The dataset they work with has two columns of dates in the format YYYYMMDD. They want to convert the dates to actual date types. To do that use the as.Date function. But before they can do that, they need to identify dates that are less than or more than 8 characters long. Here’s how they do it:

good.rows <- ifelse(nchar(ufo$DateOccurred) != 8 | 
                         nchar(ufo$DateReported) != 8, FALSE, TRUE)

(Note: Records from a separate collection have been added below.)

def _cpu_seconds():
    """Processor time (user and system) of this process and of its finished child processes
    (the workers and the second writer, once the run has joined them)."""
    own = resource.getrusage(resource.RUSAGE_SELF)
    children = resource.getrusage(resource.RUSAGE_CHILDREN)
    return own.ru_utime + own.ru_stime, children.ru_utime + children.ru_stime


def _cores():
    """The cores this process may run on (fewer than the machine's where it is limited)."""
    try:
        return len(os.sched_getaffinity(0))
    except AttributeError:  # not on Linux
        return os.cpu_count() or 1


def _reset_peak():
    """Start measuring the peak afresh (Linux: writing 5 to clear_refs resets VmHWM)."""
    try:
        with open("/proc/self/clear_refs", "w", encoding="ascii") as handle:
            handle.write("5")
    except OSError:
        pass


def generate(folder, gauges, years, seed):
    """Write the network's flows, dates and areas into ``folder`` (run in a child process)."""
    from recharge_atlas.algorithms.files import write_layer
    from recharge_atlas.sample_layers.generate import make_network

    network = make_network(gauges, years, seed=seed)
    np.save(Path(folder) / "flow.npy", network.flow)
    write_layer(network.gauges, Path(folder) / "gauges.gpkg", "gauges")
    write_layer(network.catchments, Path(folder) / "catchments.gpkg", "catchments")
    meta = {
        "start": str(network.dates[0].date()),
        "days": int(network.dates.size),
        "ids": list(network.gauges["gauge_id"]),
    }
    (Path(folder) / "meta.json").write_text(json.dumps(meta))


def add_gaps(flow, per_year, seed):
    """Blank ``per_year`` gaps of 1 to 10 days per gauge-year, in place, at random."""
    if per_year <= 0:
        return
    rng = np.random.default_rng(seed + 1000)
    n_gauges, n_days = flow.shape
    count = int(round(per_year * n_days / 365.25))
    for row in flow:
        for start, length in zip(rng.integers(0, n_days, count), rng.integers(1, 11, count)):
            row[start : start + length] = np.nan


def _records(flow, meta):
    import pandas as pd

    from recharge_atlas.algorithms.discharge import GaugeRecord

    index = pd.date_range(meta["start"], periods=meta["days"], freq="D", name="date")
    return {
        gid: GaugeRecord(gid, pd.Series(flow[i], index=index, copy=False))
        for i, gid in enumerate(meta["ids"])
    }


def _areas(folder):
    import geopandas as gpd

    from recharge_atlas.algorithms.basins import geodesic_area_km2

    catchments = gpd.read_file(Path(folder) / "catchments.gpkg")
    return dict(zip(catchments["gauge_id"], geodesic_area_km2(catchments.geometry)))


def full_computation(records, areas, workers=1):
    """The pipeline's per-gauge work for every gauge, and its tables stacked."""
    from recharge_atlas.algorithms.pipeline import Reporter, Settings, compute_gauges

    settings = Settings().resolved()
    results, _failed = compute_gauges(
        list(records), records, areas, settings, Reporter(), {}, workers=workers, keep_series=False
    )
    return results


def _discharge_table(flow, meta):
    import pandas as pd

    n_gauges, n_days = flow.shape
    return pd.DataFrame(
        {
            "gauge_id": np.repeat(np.asarray(meta["ids"], dtype=object), n_days),
            "date": np.tile(
                pd.date_range(meta["start"], periods=n_days, freq="D").to_numpy(), n_gauges
            ),
            "discharge": flow.reshape(-1),
        }
    )


def _child(*args):
    """Run this script with ``args`` in a fresh process; its last line, as JSON."""
    done = subprocess.run(
        [sys.executable, __file__, *map(str, args)], check=True, capture_output=True, text=True
    )
    return json.loads(done.stdout.strip().splitlines()[-1])


def measure_end_to_end(folder, parquet, workers):
    """In a fresh process: the command line's run, Parquet to GeoPackage (seconds, peak bytes
    above the baseline after imports)."""
    import pyarrow.parquet  # noqa: F401  (imports outside the measure)

    import recharge_atlas.algorithms.maps  # noqa: F401
    from recharge_atlas.algorithms import files
    from recharge_atlas.algorithms.pipeline import Settings
    from recharge_atlas.cli import run_files

    files.read_layer(Path(folder) / "gauges.gpkg", "gauges")  # loads the layer readers
    steps = _time_steps()
    baseline = _rss_bytes()
    _reset_peak()
    own_before, children_before = _cpu_seconds()
    start = time.perf_counter()
    run_files(
        Path(folder) / "gauges.gpkg",
        Path(folder) / "catchments.gpkg",
        parquet,
        Path(folder) / "result.gpkg",
        Settings(workers=workers),
        gauges_per_group=0,
    )
    seconds = time.perf_counter() - start
    own_after, children_after = _cpu_seconds()
    steps["the rest"] = seconds - sum(steps.values())
    peak = max(_peak_rss_bytes(), baseline) - baseline
    cpu = {"this process": own_after - own_before, "others": children_after - children_before}
    return {"seconds": seconds, "peak": peak, "steps": steps, "cpu": cpu}


#: The end-to-end run's steps that are timed: (module, function, step).
STEPS = (
    ("files", "read_table", "reading"),
    ("inputs", "tidy_discharge", "tidying"),
    ("groups", "compute_gauges", "computation"),
    ("files", "write_geopackage", "writing"),
)


def _time_steps():
    """Wrap the functions of :data:`STEPS` so each adds its time to the dict returned."""
    import functools
    import importlib

    steps = {step: 0.0 for _, _, step in STEPS}
    for module_name, name, step in STEPS:
        module = importlib.import_module(f"recharge_atlas.algorithms.{module_name}")
        function = getattr(module, name)

        @functools.wraps(function)
        def timed(*args, _function=function, _step=step, **kwargs):
            start = time.perf_counter()
            try:
                return _function(*args, **kwargs)
            finally:
                steps[_step] += time.perf_counter() - start

        setattr(module, name, timed)
    return steps


def measure_io_floor(folder, parquet):
    """In a fresh process: reading the Parquet table into arrays, and writing the run's layer
    and tables (read back from its GeoPackage beforehand) to a fresh GeoPackage with pyogrio's
    Arrow bulk insert; each best of two."""
    import geopandas as gpd
    import pyarrow.parquet as pq
    import pyogrio

    from recharge_atlas.algorithms.files import RESULT_TABLES, read_attribute_table

    result = Path(folder) / "result.gpkg"
    layers = [("catchments", gpd.read_file(result, layer="catchments"))]
    layers += (
        [("incremental_areas", gpd.read_file(result, layer="incremental_areas"))]
        if ("incremental_areas" in [n for n, _ in pyogrio.list_layers(result)])
        else []
    )
    tables = [(name, read_attribute_table(result, name)) for name, _, _ in RESULT_TABLES]
    read = write = float("inf")
    for attempt in range(2):
        start = time.perf_counter()
        # Gauge ids as dictionary codes: the cheapest arrays that hold the table.
        table = pq.read_table(parquet, read_dictionary=["gauge_id"])
        columns = {
            n: (
                table.column(n).combine_chunks().indices.to_numpy()
                if n == "gauge_id"
                else table.column(n).to_numpy()
            )
            for n in table.column_names
        }
        read = min(read, time.perf_counter() - start)
        del table, columns
        target = Path(folder) / f"floor{attempt}.gpkg"
        start = time.perf_counter()
        for name, frame in layers + tables:
            pyogrio.write_dataframe(frame, target, layer=name, driver="GPKG", use_arrow=True,
                                    append=target.exists())  # fmt: skip
        write = min(write, time.perf_counter() - start)
    return {"read": read, "write": write}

This creates a vector of TRUE/FALSE values that is the same length as the original UFO dataset. If either of the two dates have character length not equal to 8, FALSE is returned. Otherwise TRUE. Next they use the vector of T/F values (called "good.rows") to subset the UFO data:

ufo <- ufo[good.rows,]

This keeps only those records (or rows) that have a corresponding TRUE value in the good.rows vector. So if row 25 in ufo has a TRUE value in "row" 25 of good.rows, that entire row is saved. The new ufo dataset will only have rows where both date values are exactly 8 characters long.

Number 2

They write a function to do some data cleaning. In the function they use the gsub function to remove leading white spaces from each character, as follows:

gsub("^ ","",split.location)

The first argument specifies a leading space. That's what we're looking for. The second argument is nothing. That's what we're replacing the leading space with. The final argument is the vector of character values we're searching.

Number 3

They want to keep all UFO records from the United States. To do this they want to match the state abbreviation column against a pre-set list of all 50 state abbreviations. If a match is found, the state values stays the same and the record is kept. Otherwise the state value is set to NA, which is eventually used to subset the dataframe for only US incidents. The neat thing I learned here is that R has a built-in vector of state abbreviations called state.abb.

Number 4

At one point they create a sequence of dates using the seq.Date function. Here is how to use it:

date.range <- seq.Date(from=as.Date("some earlier date"), 
                            to=as.Date("some later date"), 
                            by="month")

The by argument can also be years and days.

Number 5

Near the end they have a column of counts for number of sightings per month per year. For example, the number of sightings in Alaska in 1990-01. Sometimes there is a count, other times there is NA. They want to change the NA to 0. Here's how to do it:

all.sightings[,3][is.na(all.sightings[,3])] <- 0

That about does it. There are other good things in the first chapter, but these are the ones I really thought I could use and didn't want to forget. All the code for chapter 1 (and the other chapters) is available on github. Just beware the code you can download is different from the code in the book. However I think the code online is better. For example the book manually creates a list of all 50 state abbreviations, whereas the code on github uses the state.abb vector I mentioned in Number 3 above.